What does “AI-native” or “compute-aware” mean?
AI-native means the format is structured in a way that aligns with how machine learning systems analyse visual information. Instead of giving models a flat wall of pixels, an AI native format provides a hierarchy of context first and detail later, similar to how humans perceive scenes. It is also designed for massive parallelism, so full resolution decode runs efficiently on GPUs and tensor cores, making it far faster than traditional formats.Compute-aware means the format is organised to minimise unnecessary processing. It lets applications decode only the resolution or region required for a task, which reduces GPU load, memory use and energy consumption. This allows AI stages such as detection, tracking or indexing to run faster and more efficiently because they do not need to process full frames when a lower level of detail is enough.
Can hierarchical formats work with existing systems?
Yes. VC-6 and LCEVC are open standards designed to integrate easily with existing video workflows, codecs, and AI tools. Organisations can use their current infrastructure while gaining the benefits of AI ready data.
Why does this matter for sustainability?
AI is driving a major increase in global energy use. By reducing redundant processing and unnecessary data movement, hierarchical formats generate more profitable output per given input of power and help build a more sustainable, scalable future for Vision AI.
What does “retrieve all, decode all, discard most” mean?

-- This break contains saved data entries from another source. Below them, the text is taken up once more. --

/* N. Bohr, Phil. Mag. 1913, 26, 1, with a0 = 0.529177210544(82) A (CODATA 2022). */
static void bohr_radii(void)
{
  static const int32_t shell[4] = {1, 2, 0, INT32_MIN};
  static const int32_t charge[4] = {1, 1, 1, 1};
  double value, u, column[4], u_column[4];
  int32_t status[4];

  STATUS(BMOM_OK, bmom_bohr_radius(1, 1, &value, &u));
  NEAR(value, 0.529177210544, 1e-15);
  NEAR(u, 8.2e-11, 1e-20);
  STATUS(AT(1, BMOM_OUT_OF_RANGE), bmom_bohr_radius(0, 1, &value, &u));
  NO_VALUE(value);
  STATUS(AT(2, BMOM_OUT_OF_RANGE), bmom_bohr_radius(1, 0, &value, &u));
  STATUS(AT(1, BMOM_MISSING), bmom_bohr_radius(INT32_MIN, 1, &value, &u));
  STATUS(AT(3, BMOM_NULL_POINTER), bmom_bohr_radius(1, 1, NULL, NULL));
  STATUS(BMOM_SOME_ROWS, bmom_bohr_radius_column(4, shell, charge, column, u_column, status));
  NEAR(column[1], 4 * 0.529177210544, 1e-14);
  CHECK(status[2] == AT(1, BMOM_OUT_OF_RANGE) && status[3] == AT(1, BMOM_MISSING));
  NO_VALUE(column[2]);
  STATUS(BMOM_OK, bmom_bohr_radius(1, 1, &value, &u));
  SAME(column[0], value);
  SAME(u_column[0], u);
  STATUS(BMOM_OK, bmom_bohr_radius_column(0, NULL, NULL, NULL, NULL, NULL));
  STATUS(BMOM_NEGATIVE_COUNT, bmom_bohr_radius_column(INT64_MIN, shell, charge, column, NULL, NULL));
  STATUS(AT(1, BMOM_NULL_POINTER), bmom_bohr_radius_column(4, NULL, charge, column, NULL, NULL));
  STATUS(AT(2, BMOM_NULL_POINTER), bmom_bohr_radius_column(4, shell, NULL, column, NULL, NULL));
  STATUS(AT(3, BMOM_NULL_POINTER), bmom_bohr_radius_column(4, shell, charge, NULL, NULL, NULL));
}

/* Units: exact by definition, and e a0 = 8.4783536198(13)e-30 C m (CODATA 2022). */
static void units(void)
{
  double values[ROWS], u_values[ROWS], value, u, column[ROWS], u_column[ROWS];
  int32_t status[ROWS];
  const int32_t bohr = BMOM_UNIT_E_BOHR, si = BMOM_UNIT_C_M, debye = BMOM_UNIT_DEBYE;

  STATUS(BMOM_OK, bmom_convert(BMOM_UNIT_PM, BMOM_UNIT_ANGSTROM, 154.0, 1.0, &value, &u));
  SAME(value, 1.54);
  SAME(u, 0.01);
  STATUS(BMOM_OK, bmom_convert(bohr, si, 1.0, 0.0, &value, &u));
  NEAR(value, 8.4783536198e-30, 2e-40);
  NEAR(u, 1.3e-39, 1e-40);
  STATUS(BMOM_OK, bmom_convert(BMOM_UNIT_PM, BMOM_UNIT_ANGSTROM, 154.0, other_nan(), &value, &u));
  NO_VALUE(u);
  STATUS(BMOM_OK, bmom_convert(debye, si, -0.0, missing_of_r(), &value, &u));
  SAME(value, 0.0); /* no negative zero leaves the library */
  STATUS(AT(2, BMOM_NOT_ALLOWED), bmom_convert(BMOM_UNIT_ANGSTROM, debye, 1.0, 0.0, &value, &u));
  NO_VALUE(value);
  STATUS(AT(3, BMOM_OUT_OF_RANGE), bmom_convert(BMOM_UNIT_KELVIN, BMOM_UNIT_CELSIUS, -1.0, 0.0, &value, &u));
  STATUS(AT(3, BMOM_NEGATIVE_UNCERTAINTY), bmom_convert(debye, si, 1.0, -1e-300, &value, &u));
  STATUS(AT(3, BMOM_NOT_FINITE), bmom_convert(debye, si, infinity(), 0.0, &value, &u));
  STATUS(AT(3, BMOM_NOT_FINITE), bmom_convert(debye, si, 1.0, infinity(), &value, &u));
  STATUS(AT(3, BMOM_MISSING), bmom_convert(debye, si, missing_of_r(), 0.0, &value, &u));
  STATUS(AT(1, BMOM_UNKNOWN_SELECTOR), bmom_convert(0, si, 1.0, 0.0, &value, &u));
  STATUS(AT(2, BMOM_WRONG_SELECTOR), bmom_convert(debye, BMOM_STATE_SP, 1.0, 0.0, &value, &u));
  STATUS(AT(4, BMOM_NULL_POINTER), bmom_convert(debye, si, 1.0, 0.0, NULL, &u));

  values[0] = 1.0, values[1] = other_nan(), values[2] = infinity(), values[3] = missing_of_r(), values[4] = 1e300;
  values[5] = -2.0;
  for (int i = 0; i < ROWS; ++i) u_values[i] = 0.0;
  u_values[5] = -1.0;
  STATUS(BMOM_SOME_ROWS, bmom_convert_column(si, debye, ROWS, values, u_values, column, u_column, status));
  STATUS(BMOM_OK, bmom_convert(si, debye, 1.0, 0.0, &value, &u));
  SAME(column[0], value);
  SAME(u_column[0], u);
  CHECK(status[0] == 0 && status[1] == AT(3, BMOM_MISSING) && status[2] == AT(3, BMOM_NOT_FINITE));
  CHECK(status[3] == AT(3, BMOM_MISSING) && status[4] == AT(3, BMOM_OUT_OF_RANGE));
  CHECK(status[5] == AT(3, BMOM_NEGATIVE_UNCERTAINTY));
  for (int i = 1; i < ROWS; ++i) {
    NO_VALUE(column[i]);
    NO_VALUE(u_column[i]);
  }
  STATUS(BMOM_SOME_ROWS, bmom_convert_column(si, debye, ROWS, values, NULL, column, u_column, status));
  NO_VALUE(u_column[0]); /* not known is not exact */
  STATUS(BMOM_OK, bmom_convert_column(si, debye, 0, NULL, NULL, NULL, NULL, NULL));
  mark_doubles(column, ROWS);
  STATUS(AT(2, BMOM_NOT_ALLOWED), bmom_convert_column(si, BMOM_UNIT_PM, ROWS, values, NULL, column, NULL, NULL));
  STATUS(AT(1, BMOM_UNKNOWN_SELECTOR), bmom_convert_column(0, debye, ROWS, values, NULL, column, NULL, NULL));
  STATUS(BMOM_NEGATIVE_COUNT, bmom_convert_column(si, debye, -1, values, NULL, column, NULL, NULL));
  STATUS(AT(3, BMOM_NULL_POINTER), bmom_convert_column(si, debye, ROWS, NULL, NULL, column, NULL, NULL));
  STATUS(AT(3, BMOM_MISALIGNED), bmom_convert_column(si, debye, ROWS, values, odd_doubles(), column, NULL, NULL));
  STATUS(AT(4, BMOM_NULL_POINTER), bmom_convert_column(si, debye, ROWS, values, NULL, NULL, NULL, NULL));
  STATUS(AT(4, BMOM_OVERLAP), bmom_convert_column(si, debye, ROWS, column, NULL, column, NULL, NULL));
  CHECK(doubles_untouched(column, ROWS));
}

int main(void)
{
  atomic_numbers();
  symbols();
  look_ups();
  covalent_radii();
  bohr_radii();
  units();
  return checks_end("elements");
}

Most production and AI workflows rely on traditional codecs that can only deliver full frames. Even if an application needs a small region or a lower level of detail, the system still has to retrieve the entire file, decode the entire frame and then discard most of the data. This wastes compute, bandwidth and energy, and it creates bottlenecks as resolutions and AI workloads grow.
Hierarchical and compute-aware formats work differently. They let applications access only the resolution level or region they need, avoiding full frame decode when it is not required. This removes unnecessary processing and creates a more efficient path for editing, review and AI analysis.